The proposed FRM brings us three benefits. First, we can exploit multi-scale information from each group to effectively alleviate the scale variation issue. Besides, the FRM only processes features of adjacent layers, which is effective in avoiding the interference caused by large resolution differences [32]. Second, complementary information can be excavated to enhance these multi-level features. For example, low-level details (e.g., sharp boundaries) can be transferred to deeper stages while high-level knowledge (e.g., object location) can be delivered to shallower stages. Thus, we can refine features of all levels simultaneously. While previous works mainly focus on the refinement of low-level features, the enhancement of high-level ones is proven effective in our paper. Third, we focus on the refinement of the integrated feature, which can reduce the computation and memory overhead.

3.3 Cascaded feature interaction decoder (CFID)

The CFID is composed of multiple FIDs and each FID consists of three FRMs. Taking the $i$ -th FID for example, the input features are denoted as $F_{j}^{i - 1} \left( {j = 1,2,3,4,5} \right).$ The outputted features of this decoder can be obtained by computing:

$$ \left\{ {\begin{array}{*{20}c} { F_{3,1}^{i - 1} , F_{4,1}^{i - 1} , F_{5,1}^{i - 1} = FRM_{1}^{i} \left( { F_{3}^{i - 1} , F_{4}^{i - 1} , F_{5}^{i - 1} } \right)} \\ {F_{2,1}^{i - 1} , F_{3,2}^{i - 1} , F_{4,2}^{i - 1} = FRM_{2}^{i} \left( { F_{2}^{i - 1} , F_{3,1}^{i - 1} , F_{4,1}^{i - 1} } \right)} \\ {F_{1,1}^{i - 1} , F_{2,2}^{i - 1} , F_{3,3}^{i - 1} = FRM_{3}^{i} \left( { F_{1}^{i - 1} , F_{2,1}^{i - 1} , F_{3,2}^{i - 1} } \right)} \\ \end{array} } \right. $$

(11)

$$ F_{1}^{i} ,F_{2}^{i} ,F_{3}^{i} ,F_{4}^{i} ,F_{5}^{i} = F_{1,1}^{i - 1} , F_{2,2}^{i - 1} , F_{3,3}^{i - 1} ,F_{4,2}^{i - 1} ,F_{5,1}^{i - 1} $$

(12)

where $FRM_{j}^{i}$ is the j-th FRM of the i-th decoder, $F_{j}^{i} \left( {j = 1,2,3,4,5} \right)$ are the output features.
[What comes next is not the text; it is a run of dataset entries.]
References
----------
Benjamini, Y. and Hochberg, Y. (1995). Controlling the false discovery rate.
*JRSS B* 57(1):289-300. doi:10.1111/j.2517-6161.1995.tb02031.x
Benjamini, Y. and Yekutieli, D. (2001). The control of the false discovery
rate in multiple testing under dependency. *Ann. Statist.* 29(4):1165-1188.
doi:10.1214/aos/1013699998
Welch, B. L. (1951). On the comparison of several mean values: an
alternative approach. *Biometrika* 38(3-4):330-336. doi:10.1093/biomet/38.3-4.330
"""

from __future__ import annotations

import json
import logging
import os
import shlex
import time
import unicodedata
import warnings
from dataclasses import dataclass, field, replace

import numpy as np
import pandas as pd

from ..procedures.adjust import bh, by as by_adjust
from ..core.errors import FamwiseInputError, FamwiseWarning
from ..intake.reader import Intake, file_sha256, find_column, read
from ..intake.ledger import Dropped, Ledger
from ..report.output import prepare_folder, safe_csv_text, write_atomic

__all__ = ["batch", "BatchResult", "BatchWarning", "BATCH_SCHEMA", "BATCH_FILES", "CENSORED_CAUTION",
           "fdr_screen", "folder_name", "numeric_columns", "task_seed"]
By using the FID, features are progressively integrated from deeper stages to shallower stages. The aggregated feature with the finest spatial resolution (i.e., $F_{1}^{i}$) is utilized to generate a saliency map for supervision. The outputted features of the i-th decoder are then directly fed to (i + 1)-th decoder for further refinement. By continuously polishing these multi-level features, the CFIDNet can refine features from all levels and is able to generate finer saliency maps.
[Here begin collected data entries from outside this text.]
import ExcelJS from "exceljs";
import { writeArrayBuffer } from "geotiff";
import { describe, expect, it } from "vitest";
import { toLocal, utmConverter } from "../../../lib/io/geo";
import { encodeGeoTiff } from "../../../lib/io/geoTiff";
import { parseNetworkUpload, type UploadedFile } from "../../../lib/io/networkImport";
import type { FormatProblem } from "../../../lib/io/scenarioFolder";
import { buildZip } from "../../support/zipBuilder";

// Invented data only: local-metre sets have no place at all; lon/lat sets sit in the open
// South Pacific around 135° W, 35° S (no land, no real network).

const enc = (s: string): Uint8Array => new TextEncoder().encode(s);
const file = (name: string, text: string): UploadedFile => ({ name, bytes: enc(text) });

const CELL_HEADER =
  "cell_id,site_id,antenna_model,antenna_height_m,azimuth_deg,mechanical_tilt_deg,electrical_tilt_deg,beam_set,rs_power_dbm,frequency_mhz,bandwidth_mhz,scs_khz";
const CELL_ROWS = [
  "S1-A,S1,panel-8x4,25,0,2,4,broad-single,18,1800,20,15",
  "S1-B,S1,panel-8x4,25,120,2,4,horizontal-sweep-8,18,1800,20,15",
  "S2-A,S2,panel-4x2,12,240,3,2,hot-spot-4,10,3500,20,30",
];
const CELLS = [CELL_HEADER, ...CELL_ROWS].join("\n") + "\n";
const SITES_LOCAL = "site_id,name,x_m,y_m,ground_m\nS1,North mast,100,300,5\nS2,South mast,300,100,6\n";

function square(x: number, y: number, size: number): number[][] {
  return [
    [x, y],
    [x + size, y],
    [x + size, y + size],
    [x, y + size],
    [x, y],
  ];
}

function collection(features: object[], crs?: string): string {
  return JSON.stringify({
    type: "FeatureCollection",
    ...(crs ? { crs: { type: "name", properties: { name: crs } } } : {}),
    features,
  });
}

function feature(properties: object, ring: number[][]): object {
  return { type: "Feature", properties, geometry: { type: "Polygon", coordinates: [ring] } };
}

const BUILDINGS_LOCAL = collection(
  [feature({ id: "B1", height_m: 9, floors: 3 }, square(150, 150, 20)), feature({ id: "B2", height_m: 12, floors: 4 }, square(220, 220, 15))],
  "beamgate:local-metres",
);
const CLUSTERS_LOCAL = collection([feature({ id: "C1", name: "Centre" }, square(50, 50, 350))], "beamgate:local-metres");

function asciiGrid(ncols: number, nrows: number, cellsize: number, value: (c: number, r: number) => number): string {
  const lines = [`ncols ${ncols}`, `nrows ${nrows}`, "xllcorner 0", "yllcorner 0", `cellsize ${cellsize}`];
  for (let r = 0; r < nrows; r++) lines.push(Array.from({ length: ncols }, (_, c) => String(value(c, r))).join(" "));
  return lines.join("\n") + "\n";
}
const TERRAIN_ASC = asciiGrid(50, 50, 10, (c, r) => 10 + c * 0.1 + r * 0.05);

function localSet(overrides: Record<string, string | null> = {}): UploadedFile[] {
  const base: Record<string, string> = {
    "sites.csv": SITES_LOCAL,
    "cells.csv": CELLS,
    "buildings.geojson": BUILDINGS_LOCAL,
    "clusters.geojson": CLUSTERS_LOCAL,
    "terrain.asc": TERRAIN_ASC,
  };
  for (const [name, text] of Object.entries(overrides)) {
    if (text === null) delete base[name];
    else base[name] = text;
  }
  return Object.entries(base).map(([name, text]) => file(name, text));
}

function errorsOf(problems: readonly FormatProblem[]): FormatProblem[] {
  return problems.filter((p) => p.severity === "error");
}

/** Runs the import, expects no scenario, and returns the one error matching `reason`. */
async function refused(files: UploadedFile[], reason: RegExp, options = {}): Promise<FormatProblem> {
  const result = await parseNetworkUpload(files, options);
  expect(result.scenario).toBeUndefined();
  const hits = result.report.errors.filter((p) => reason.test(p.reason));
  expect(hits, JSON.stringify(result.report.errors, null, 1)).toHaveLength(1);
  return hits[0];
}

// --- lon/lat fixtures around 135° W, 35° S (UTM zone 8 south) -------------------------------
const SITES_LONLAT = "site_id,name,lon,lat\nS1,North mast,-135.0,-34.998\nS2,South mast,-134.997,-35.0\n";
const lonLatSquare = (lon: number, lat: number, d: number): number[][] => [
  [lon, lat],
  [lon + d, lat],
  [lon + d, lat + d],
  [lon, lat + d],
  [lon, lat],
];
const BUILDINGS_CRS84 = collection([feature({ id: "B1", height: 9, levels: 3 }, lonLatSquare(-134.999, -34.9995, 0.0002))]);
const CLUSTERS_CRS84 = collection([feature({ id: "C1" }, lonLatSquare(-135.001, -35.001, 0.005))], "urn:ogc:def:crs:OGC:1.3:CRS84");

/** A 10 m UTM zone 8 south terrain (EPSG:32708) written with the geotiff package's writer. */
function utmTerrain(): { bytes: Uint8Array; west: number; north: number; value: (e: number, n: number) => number } {
  const utm = utmConverter(8, "south");
  const [e0, n0] = utm.forward([-135.003, -35.004]);
  const west = Math.floor(e0 / 10) * 10;
  const north = Math.floor(n0 / 10) * 10 + 800;
  const width = 80;
  const height = 80;
  const value = (e: number, n: number): number => 20 + (e - west) * 0.01 + (north - n) * 0.02;
  const values = new Float32Array(width * height);
  for (let r = 0; r < height; r++) for (let c = 0; c < width; c++) values[r * width + c] = value(west + (c + 0.5) * 10, north - (r + 0.5) * 10);
  const buffer = writeArrayBuffer(values, {
    width,
    height,
    ModelPixelScale: [10, 10, 0],
    ModelTiepoint: [0, 0, 0, west, north, 0],
    GTModelTypeGeoKey: 1,
    GTRasterTypeGeoKey: 1,
    ProjectedCSTypeGeoKey: 32708,
  });
  return { bytes: new Uint8Array(buffer), west, north, value };
}

function lonLatSet(overrides: Record<string, string | Uint8Array | null> = {}): UploadedFile[] {
  const base: Record<string, string | Uint8Array> = {
    "sites.csv": SITES_LONLAT,
    "cells.csv": CELLS,
    "buildings.geojson": BUILDINGS_CRS84,
    "clusters.geojson": CLUSTERS_CRS84,
    "terrain.tif": utmTerrain().bytes,
  };
  for (const [name, v] of Object.entries(overrides)) {
    if (v === null) delete base[name];
    else base[name] = v;
  }
  return Object.entries(base).map(([name, v]) => (typeof v === "string" ? file(name, v) : { name, bytes: v }));
}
To validate the effectiveness of the proposed CFID, we visualize feature maps at different places in CFIDNet with two FIDs. As shown in Fig. 4, we provide the visualizations of $F_{2}^{0}$, $F_{2}^{1}$, and $F_{2}^{2}$ feature maps. It can be clearly seen from Fig. 4 that the CFID is not only effective in suppressing background noises by leveraging high-level semantics but also useful to sharpen the salient boundaries by utilizing low-level details.

3.4 Feature-enhanced module (FEM)

As show in Fig. 1, depth maps may be of low quality and hence pose a risk to saliency detection. Thus, to effectively integrate RGB and depth features, it is desirable to exploit useful complementary information between RGB and depth modalities to enhance RGB features. To solve this problem, we propose the FEM. The structure of FEM is illustrated in Fig. 5.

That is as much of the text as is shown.